Il faisait beau. La journée avait été programmée pour l’aménagement d’une place à fumier, lorsque vers 10 heures, le facteur rural de La Neuville au Pont, grand mutilé de la guerre 14-18, m’apporte une petite carte jaune, Pierrot, c’est pour toi. Rappel immédiat sous les drapeaux (je venais de terminer mon service militaire au 4ème Dragon de Verdun).
Mon père, 65 ans, grand combattant de guerre 14-18, m’a regardé une larme à l’œil et m’a dit : "La folie des hommes va recommencer, sois courageux et digne, fais
ton devoir, n’oublie pas ta famille, ton village, ton pays."
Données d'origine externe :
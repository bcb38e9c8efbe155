//! `spokeshave shape JOB chart`.

use spokeshave::result::{ChartCell, Figure, PitchDiameter};
use spokeshave::rig::Rig;
use spokeshave::shape::{self, MOST_CHART_STEPS, PitchBy};

use super::figures::{NAMES, Words, figure_named, words};
use super::refused;
use super::wishes::LimitArgs;
use crate::input::{Outcome, Stop, point_index, print, print_csv, print_json};
use crate::table::{csv_figure, figure, table, word};

#[derive(clap::Args)]
pub(crate) struct Args {
    /// The flight point; the first without it
    #[arg(long)]
    point: Option<String>,
    /// Which figure the table shows; the CSV and the JSON have all
    #[arg(long, default_value = "efficiency")]
    figure: String,
    /// Geometric pitch at 0.75 R, mm; a fifth either way of the drawn one without it
    #[arg(long, value_name = "MM..MM:N")]
    pitch_mm: Option<String>,
    /// Diameter, mm; a tenth either way of the drawn one without it
    #[arg(long, value_name = "MM..MM:N")]
    diameter_mm: Option<String>,
    /// Turn the whole blade to its pitch, rather than scale the pitch of every station
    #[arg(long)]
    turn: bool,
    #[command(flatten)]
    limits: LimitArgs,
    /// One JSON document, SI units
    #[arg(long, conflicts_with = "csv")]
    json: bool,
    /// CSV, SI units
    #[arg(long)]
    csv: bool,
}

pub(super) fn run(rig: &Rig, args: &Args) -> Outcome {
    let point = point_index(rig, args.point.as_deref())?;
    // A take-off has no place in the figures of one flight point.
    let known = figure_named(&args.figure).filter(|figure| *figure != Figure::TakeOffM);
    let shown = known.ok_or_else(|| {
        let names: Vec<&str> = NAMES.into_iter().filter(|name| *name != "take-off").collect();
        Stop::bad(format!("--figure: {}; allowed are {}", args.figure, names.join(", ")))
    })?;
    let drawn = (rig.rotor.blade.pitch_075_m(0.0), rig.job.propeller.diameter_m);
    let pitches = steps("--pitch-mm", args.pitch_mm.as_deref(), drawn.0, 0.2)?;
    let diameters = steps("--diameter-mm", args.diameter_mm.as_deref(), drawn.1, 0.1)?;
    let by = if args.turn { PitchBy::Turn } else { PitchBy::Scale };
    match shape::pitch_diameter(rig, point, &pitches, &diameters, by, &args.limits.over(rig)?) {
        Ok(chart) if args.json => print_json(&chart)?,
        Ok(chart) if args.csv => print_csv(&HEADER, rows(&chart))?,
        Ok(chart) => print(&text(&chart, shown))?,
        Err(e) => return refused(&e),
    }
    Ok(true)
}

/// Steps in metres, as given in mm or so far either way of the drawn figure.
fn steps(name: &str, text: Option<&str>, drawn_m: f64, share: f64) -> Result<Vec<f64>, Stop> {
    let (low, high, count) = match text {
        None => (drawn_m - share * drawn_m.abs(), drawn_m + share * drawn_m.abs(), 9),
        Some(text) => {
            let wrong = || Stop::bad(format!("{name}: {text}; allowed is such as 1400..1600:9"));
            let (ends, count) = text.rsplit_once(':').ok_or_else(wrong)?;
            let (low, high) = ends.split_once("..").ok_or_else(wrong)?;
            let number = |s: &str| s.trim().parse().ok().filter(|x: &f64| x.is_finite()).ok_or_else(wrong);
            let count = count.trim().parse().ok().filter(|n| (1..=MOST_CHART_STEPS).contains(n));
            (1e-3 * number(low)?, 1e-3 * number(high)?, count.ok_or_else(wrong)?)
        }
    };
    let share = |i: usize| i as f64 / (count - 1).max(1) as f64;
    Ok((0..count).map(|i| low + (high - low) * share(i)).collect())
}

const HEADER: [&str; 13] = [
    "pitch_m",
    "diameter_m",
    "state",
    "airspeed_m_s",
    "rpm",
    "thrust_n",
    "power_w",
    "efficiency",
    "rate_of_climb_m_s",
    "endurance_s",
    "tip_mach",
    "standing_rpm",
    "broken",
];

fn rows(chart: &PitchDiameter) -> impl Iterator<Item = Vec<String>> {
    chart.cells.indexed_iter().map(|((p, d), cell)| {
        let place = [chart.pitches_m[p], chart.diameters_m[d]].map(|x| csv_figure(Some(x)));
        let mut row = place.to_vec();
        let Some(ChartCell { figures: f, standing_rpm, broken }) = cell else {
            row.push("no-such-blade".into());
            row.resize(HEADER.len(), String::new());
            return row;
        };
        row.push(word(&f.state));
        let figures = [
            f.airspeed_m_s,
            f.rpm,
            f.thrust_n,
            f.power_w,
            f.efficiency,
            f.rate_of_climb_m_s,
            f.endurance_s,
            f.tip_mach,
            *standing_rpm,
        ];
        row.extend(figures.map(csv_figure));
        row.push(broken.iter().map(word).collect::<Vec<_>>().join(" "));
        row
    })
}

fn text(chart: &PitchDiameter, shown: Figure) -> String {
    let diameters: Vec<String> = chart.diameters_m.iter().map(|d| format!("{:.0}", 1e3 * d)).collect();
    let mut header = vec!["pitch mm \\ diameter mm"];
    header.extend(diameters.iter().map(String::as_str));
    let Words { name, per, decimals } = words(shown);
    let cell = |cell: &Option<ChartCell>| {
        let Some(cell) = cell else { return "–".to_string() };
        let mark = if cell.broken.is_empty() { "" } else { "*" };
        figure(shown.of(&cell.figures).map(|v| v * per), decimals) + mark
    };
    let row = |(row, pitch): (ndarray::ArrayView1<Option<ChartCell>>, &f64)| {
        std::iter::once(format!("{:.0}", 1e3 * pitch)).chain(row.iter().map(cell)).collect()
    };
    let rows = chart.cells.rows().into_iter().zip(&chart.pitches_m).map(row).collect();
    format!(
        "{name} at {0}; drawn: pitch {1:.0} mm, diameter {2:.0} mm; * breaks a limit.\n\
         Limits of rpm and tip Mach number are judged at {0} alone; other flight points may break them.\n\n{3}",
        chart.flight_point,
        1e3 * chart.drawn_m.0,
        1e3 * chart.drawn_m.1,
        table(&header, rows)
    )
}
Ma mère me fit en urgence un petit colis, nourriture, caleçons, argent. Je me suis lavé et ensuite nous avons dîné dans un silence religieux. Le repas a été frugal,
ma mère pleurait.
14 heures furent vite arrivées, je suis allé dans l’écurie faire une tape d’amitié à mes deux chevaux, j’ai embrassé longuement mes parents. Le petit “ballot” sur le dos, je suis descendu sur la place en bas prendre l’autobus sans me retourner, sinon un petit regard vers le cimetière et le clocher. L’autobus était déjà bien rempli, je saluai des connaissances… (début d’un récit d’un combattant prisonnier de guerre argonnais libéré le 22 avril 1945 par l’armée russe).

Le 1 septembre 1939, sans déclaration formelle, l’armée allemande envahit la Pologne, l’apocalypse avait commencé. En Argonne comme ailleurs, les souffrances se faisaient jour et cela allait durer jusqu’à l’armistice.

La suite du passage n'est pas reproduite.